Assignment
Using the data below, count the lines that carry the string "other" and write only the count.

[Collected data]
__________
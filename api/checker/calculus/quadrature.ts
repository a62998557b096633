import type { Expr } from '../../../shared/maths/expression.ts';
import type { CheckContext } from '../context.ts';
import { addBalls, magnitude, type Ball } from '../numbers/ball.ts';
import { isKnown, isReal, toBall } from '../values/arithmetic.ts';
import { evaluate, prepare } from '../values/evaluate.ts';
import type { Graph } from '../values/graph.ts';
import { taylorOf } from './taylor.ts';

export const quadratureBits = 112;
const order = 20;
/** The error that is asked for on each piece: 2^-74. */
const tolerance = 1n << 38n;
const deepest = 14;
const mostPieces = 400;

/**
 * An enclosure of an integral between two numbers, by Taylor's formula on pieces: the remainder is at most the highest
 * coefficient on the piece times its length to that power. Null where the integrand is not enclosed on all of the way.
 */
export function encloseIntegral(
  integrand: Expr,
  letter: string,
  from: Expr,
  to: Expr,
  context: CheckContext,
): Ball | null {
  const [a, b] = [endOf(from, context), endOf(to, context)];
  if (!a || !b) return null;
  const graph = prepare(integrand, context);
  const job: Job = { graph, letter, context, left: mostPieces };
  // Whole pieces between the middles of the ends; the small stretches to the ends are bounded by the values there.
  const sign = a.mid <= b.mid ? 1n : -1n;
  const [low, high] = sign > 0n ? [a, b] : [b, a];
  const total = overPiece(job, low.mid, high.mid, 0);
  const value = graph && total && edges(job, low, high);
  if (!total || !value) return null;
  const sum = addBalls(total, value);
  return sign > 0n ? sum : { mid: -sum.mid, rad: sum.rad };
}

interface Job {
  readonly graph: Graph;
  readonly letter: string;
  readonly context: CheckContext;
  left: number;
}

function endOf(expr: Expr, context: CheckContext): Ball | null {
  const value = evaluate(expr, new Map(), quadratureBits, context);
  return isKnown(value) && isReal(value) ? toBall(value, quadratureBits).re : null;
}

/** What the uncertainty of the ends can add: their radius times the size of the integrand there. */
function edges({ graph, letter, context }: Job, ...ends: readonly Ball[]): Ball | null {
  let rad = 0n;
  for (const end of ends) {
    if (end.rad === 0n) continue;
    const jet = taylorOf(graph, letter, end, 1, quadratureBits, context);
    if (!jet?.[0]) return null;
    rad += (((magnitude(jet[0].mid) + jet[0].rad) * end.rad) >> BigInt(quadratureBits)) + 1n;
  }
  return { mid: 0n, rad };
}

function overPiece(job: Job, low: bigint, high: bigint, depth: number): Ball | null {
  const direct = taylorIntegral(job, low, high, depth >= deepest);
  if (direct) return direct;
  if (depth >= deepest || job.left <= 0) return null;
  const middle = (low + high) >> 1n;
  const first = overPiece(job, low, middle, depth + 1);
  const second = first && overPiece(job, middle, high, depth + 1);
  return first && second && addBalls(first, second);
}

function taylorIntegral(job: Job, low: bigint, high: bigint, anyway: boolean): Ball | null {
  if ((job.left -= 1) < 0) return null;
  const { graph, letter, context } = job;
  const bits = quadratureBits;
  const middle = (low + high) >> 1n;
  const half = ((high - low) >> 1n) + 1n;
  const whole: Ball = { mid: middle, rad: half + 1n };
  if (half >> BigInt(bits) > 3n) return null;
  const beyond = taylorOf(graph, letter, whole, order, bits, context)?.[order];
  if (!beyond) return null;
  // Powers of the length are kept whole: they soon are smaller than a unit in the last place.
  const remainder = scaledPower(2n * sizeOf(beyond), half, order + 1) / BigInt(order + 1) + 1n;
  if (remainder > tolerance && !anyway) return null;
  const jet = taylorOf(graph, letter, { mid: middle, rad: 0n }, order, bits, context);
  if (!jet) return null;
  let total: Ball = { mid: 0n, rad: remainder + (8n * sizeOf(jet[0] as Ball)) / (1n << BigInt(bits)) + 64n };
  for (let k = 0; k < order; k += 2) {
    const { mid, rad } = jet[k] as Ball;
    const under = BigInt(k + 1);
    total = addBalls(total, {
      mid: scaledPower(2n * mid, half, k + 1) / under,
      rad: scaledPower(2n * rad, half, k + 1) / under + 2n,
    });
  }
  return total;
}

/** value times half^times, for a half in units of 2^-bits. */
function scaledPower(value: bigint, half: bigint, times: number): bigint {
  return (value * half ** BigInt(times)) >> BigInt(quadratureBits * times);
}

function sizeOf(ball: Ball): bigint {
  return magnitude(ball.mid) + ball.rad;
}
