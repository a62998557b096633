import type { Expr } from './expression.ts';
import { namesIn } from './names-in.ts';
import { readAtom, readExponent, readItems } from './read-arguments.ts';
import {
  ahead,
  atoms,
  choose,
  context,
  fail,
  flag,
  functions,
  is,
  kind,
  next,
  numberOf,
  outer,
  peek,
  span,
  start,
  takeAll,
  token,
} from './reader.ts';

/** An atom with what is raised or set behind it: powers, factorials, degrees, primes. */
export function readPower(): Expr {
  const from = start;
  const isGroup = kind === '{';
  if (!atoms[kind] || (kind === '|' && token.side === 'r')) return missingOperand();
  let base = readAtom();
  let hasPower = false;
  while (is("^!°'²")) {
    if (is('^') && context.side === 'limit' && readSide()) break;
    if (is('!') && asksUnequal()) break;
    if (isGroup && isOpen(base)) fail('missing-bracket (', outer(base));
    if (is('^²')) {
      if (hasPower) fail('missing-bracket (');
      hasPower = true;
    }
    base = readBehind(base, from);
  }
  return base;
}

function readBehind(base: Expr, from: number): Expr {
  const behind = peek(1).kind;
  if (is('^') && !"°⊤'".includes(behind === '{' ? peek(2).kind : behind)) return readRaised(base, from);
  const mark = takeAll(/°|\^(?:\{[°⊤]\}|[°⊤])/y);
  if (mark) return { kind: 'call', name: mark.includes('⊤') ? 'transpose' : 'degrees', args: [base], span: span(from) };
  if (is('!')) return readFactorial(base, from);
  const order = readPrimes();
  return order > 0 ? readPrimed(base, order, from) : readRaised(base, from);
}

/** `x!=3` is displayed as a factorial and typed by some for "not equal": the author is asked. */
function asksUnequal(): boolean {
  return ahead(/!=/y) !== '' && peek(1).start === token.end && choose('unequal');
}

export function missingOperand(): never {
  return fail(is('T') ? 'text' : 'missing-operand number letter (');
}

/** A braced group can be open on its right and still have something behind it. */
function isOpen({ kind: what, bracketed }: Expr): boolean {
  return !bracketed && !/^(?:number|letter|constant|root|matrix|binomial|quotient|apply)$/.test(what);
}

function readRaised(base: Expr, from: number): Expr {
  const isTyped = is('²');
  if (!isTyped && peek(1).kind === '(') flag('power-digits');
  const exponent = readPowerSign();
  if (!isTyped && base.kind === 'letter' && functions.includes(base.name) && is('(')) {
    return readFunctionPower(base.name, exponent, from);
  }
  return (isTyped ? null : callWithPower(base, exponent, from)) ?? { kind: 'power', base, exponent, span: span(from) };
}

/** What stands raised: `^2`, `^{n+1}` or digits such as `²`. */
export function readPowerSign(): Expr {
  const sign = next();
  return sign.kind === '²' ? numberOf(span(sign.start), BigInt(sign.text)) : readExponent();
}

/** `\sin(x)^2` is the square of the sine; the other way to read it is asked about. */
function callWithPower(base: Expr, exponent: Expr, from: number): Expr | null {
  if (base.kind !== 'call' && base.kind !== 'log') return null;
  const argument = base.kind === 'log' ? base.argument : base.args[0]!;
  if (base.bracketed || argument.bracketed?.end !== base.span.end) return null;
  flag('function-argument');
  if (!choose('argument-power')) return null;
  const power: Expr = { kind: 'power', base: argument, exponent, span: span(outer(argument).start) };
  const place = span(from);
  return base.kind === 'log' ? { ...base, argument: power, span: place } : { ...base, args: [power], span: place };
}

/** `f^2(x)`, and `f^{-1}(x)` for the inverse, where f was introduced as a function. */
function readFunctionPower(name: string, exponent: Expr, from: number): Expr {
  next();
  const args = readItems(')');
  const place = span(from);
  // f^{(3)}(x) is the third derivative.
  if (exponent.bracketed && exponent.kind === 'number' && exponent.denominator === 1n && exponent.numerator < 10n)
    return { kind: 'apply', name, primes: Number(exponent.numerator), args, span: place };
  if (isMinusOne(exponent)) return { kind: 'apply', name: `${name}^{-1}`, primes: 0, args, span: place };
  return { kind: 'power', base: { kind: 'apply', name, primes: 0, args, span: place }, exponent, span: place };
}

export function isMinusOne(expr: Expr): boolean {
  const [term, more] = expr.kind === 'sum' ? expr.terms : [];
  const value = term?.expr;
  if (more || term?.sign !== 'minus' || value?.kind !== 'number') return false;
  return value.written === 'integer' && value.numerator === 1n;
}

/** `0^+` in a limit: notes the side and takes it. */
function readSide(): boolean {
  const mark = takeAll(/\^(?:\{[+-]\}|[+-](?=\}))/y);
  if (mark) context.side = mark.includes('+') ? 'right' : 'left';
  return mark !== '';
}

/** `x^2!` is the factorial of the power; the other way to read it is asked about. */
function readFactorial(base: Expr, from: number): Expr {
  const mark = next();
  if (is('!')) fail('extra-bracket (', { start: mark.start, end: token.end });
  const isPower = base.kind === 'power' && !base.bracketed && choose('factorial');
  if (!isPower) return { kind: 'factorial', operand: base, span: span(from) };
  const place = span(outer(base.exponent).start);
  return { ...base, exponent: { kind: 'factorial', operand: base.exponent, span: place }, span: span(from) };
}

/** Counts `'`, `''` and `^{\prime}`. */
export function readPrimes(): number {
  return is("'^") ? takeAll(/(?:\^?'|\^\{'+\})+/y).split("'").length - 1 : 0;
}

/** `(x^2+1)'`: the derivative by the only letter in it. */
function readPrimed(base: Expr, order: number, from: number): Expr {
  const letters = namesIn(base);
  const [only] = letters;
  const variable = letters.has('x') ? 'x' : only;
  if (!variable || (letters.size > 1 && variable !== 'x')) {
    return fail('bad-derivative \\frac{d}{dx}', outer(base));
  }
  return { kind: 'derivative', variable, order, partial: false, operand: base, span: span(from) };
}
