import type { Expr, NumberExpr } from './expression.ts';
import { numberOf, type Reader } from './reader.ts';
import type { Token } from './scanner.ts';

/** A number token with the percent sign after it, if any. */
export function readNumberAtom(reader: Reader): Expr {
  const token = reader.next();
  const number = numberFrom(token);
  if (!reader.take('%')) return { ...number, span: reader.span(token.start) };
  reader.flags.add('percent');
  return numberIn(number.numerator, number.denominator * 100n, 'percent', reader.span(token.start));
}

/** The value of the digits: `12`, `3.5`, `0.1(6)`. */
export function numberFrom({ text, start, end }: Pick<Token, 'text' | 'start' | 'end'>): NumberExpr {
  if (!text.includes('.')) return numberOf({ start, end }, BigInt(text));
  const span = { start, end };
  const [, whole = '', decimals = '', period] = /^(\d+)\.(\d*)(?:\((\d+)\))?$/.exec(text)!;
  const fixed = BigInt(whole + decimals);
  const scale = 10n ** BigInt(decimals.length);
  if (period) {
    const nines = 10n ** BigInt(period.length) - 1n;
    return numberIn(fixed * nines + BigInt(period), scale * nines, 'repeating', span);
  }
  return numberIn(fixed, scale, 'decimal', span, decimals.length);
}

function numberIn(
  top: bigint,
  bottom: bigint,
  written: NumberExpr['written'],
  span: NumberExpr['span'],
  decimals = 0,
): NumberExpr {
  let [a, b] = [top, bottom];
  while (b > 0n) [a, b] = [b, a % b];
  return { kind: 'number', numerator: top / a, denominator: bottom / a, written, decimals, span };
}

/** A number of digits alone, without brackets. */
function isWhole(expr: Expr): expr is NumberExpr {
  return expr.kind === 'number' && expr.written === 'integer' && !expr.bracketed;
}

/** `2\frac12`: a whole number directly followed by a fraction of digits is their sum. */
export function mixedNumber(reader: Reader, whole: Expr, part: Expr): Expr | null {
  if (!isWhole(whole) || part.kind !== 'quotient' || part.written !== 'fraction' || part.bracketed) return null;
  const { numerator: top, denominator: bottom } = part;
  if (!isWhole(top) || !isWhole(bottom) || bottom.numerator === 0n) return null;
  reader.flags.add('mixed-number');
  const above = whole.numerator * bottom.numerator + top.numerator;
  return numberIn(above, bottom.numerator, 'mixed', reader.span(whole.span.start));
}
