import type { Line } from './expression.ts';
import { readName } from './read-arguments.ts';
import type { Reader } from './reader.ts';
import type { Token } from './scanner.ts';

const NONE = /^(there (is|are) )?(has )?no (real |valid )?(solutions?|roots?)( exists?)?$|^never true$|^(no|never)$/;
const ALWAYS = /^(true )?(for )?(all|any|every)( real| values of)*( numbers?)?$|^(is )?always true$/;
const ALWAYS_LETTER = /^(?:true )?(?:for )?(?:all|any|every)(?: real| values of| numbers?)* ([a-z])$/i;
const LET = /^(let|put|set|define|where)$/;

/** "no solution", "all real x" and definitions, in a `\text` or as plain words; null where none begins here. */
export function readSentence(reader: Reader): Line | null {
  const { token } = reader;
  if (token.kind === 'forall') return readAlways(reader);
  if (token.kind !== 'text') return null;
  const words = normal(token);
  const named = ALWAYS_LETTER.exec(words);
  if (named) {
    reader.next();
    return { kind: 'always', letter: named[1] ?? null, span: reader.span(token.start) };
  }
  const lower = words.toLowerCase();
  if (NONE.test(lower)) {
    reader.next();
    return { kind: 'none', span: reader.span(token.start) };
  }
  if (ALWAYS.test(lower)) return readAlways(reader);
  if (!LET.test(lower)) return reader.fail('text', []);
  reader.next();
  return readLet(reader, token.start);
}

function normal(token: Token): string {
  return token.text.replace(/[\s,.:~]+|\\[,;: ]/g, ' ').trim();
}

/** The letter after "all real", where one is written. */
function readAlways(reader: Reader): Line {
  const { start } = reader.next();
  const letter = reader.is('letter') ? readName(reader) : null;
  if (reader.is('in') && reader.peek(1).kind === 'number-set') {
    reader.next();
    reader.next();
  }
  return { kind: 'always', letter, span: reader.span(start) };
}

function readLet(reader: Reader, start: number): Line {
  const isFunction = reader.peek(1).kind === '(';
  const name = readName(reader);
  const params: string[] = [];
  if (isFunction) {
    reader.next();
    do params.push(readName(reader));
    while (reader.take(','));
    reader.expect(')', 'missing-bracket', ')');
  }
  if (!reader.take('=') && !reader.take(':=')) reader.fail('bad-relation', ['=']);
  const value = reader.grammar.sum(reader);
  return { kind: 'definition', name, params, value, span: reader.span(start) };
}

/** The name that `f(x) = ..` introduces; null where the line is an ordinary statement. */
export function startsDefinition(reader: Reader): string | null {
  const { token } = reader;
  if (token.kind !== 'letter' || reader.functions.includes(token.text) || reader.peek(1).kind !== '(') return null;
  const param = reader.peek(2);
  if (param.kind !== 'letter' || param.text === token.text) return null;
  let at = 3;
  while (reader.peek(at).kind === ',' && reader.peek(at + 1).kind === 'letter') at += 2;
  if (reader.peek(at).kind !== ')' || reader.peek(at + 1).kind !== '=') return null;
  if ('fghFGH'.includes(token.text) || token.text === '\\phi' || token.text === '\\psi') return token.text;
  if (!'xt'.includes(param.text) || 'abckmnxt'.includes(token.text)) return null;
  for (let ahead = at + 2; ; ahead += 1) {
    const { kind, text } = reader.peek(ahead);
    if (kind === 'end-of-line') return null;
    if (kind === 'letter' && text === param.text) return reader.choose('definition') ? null : token.text;
  }
}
__________
Solution to the problem
2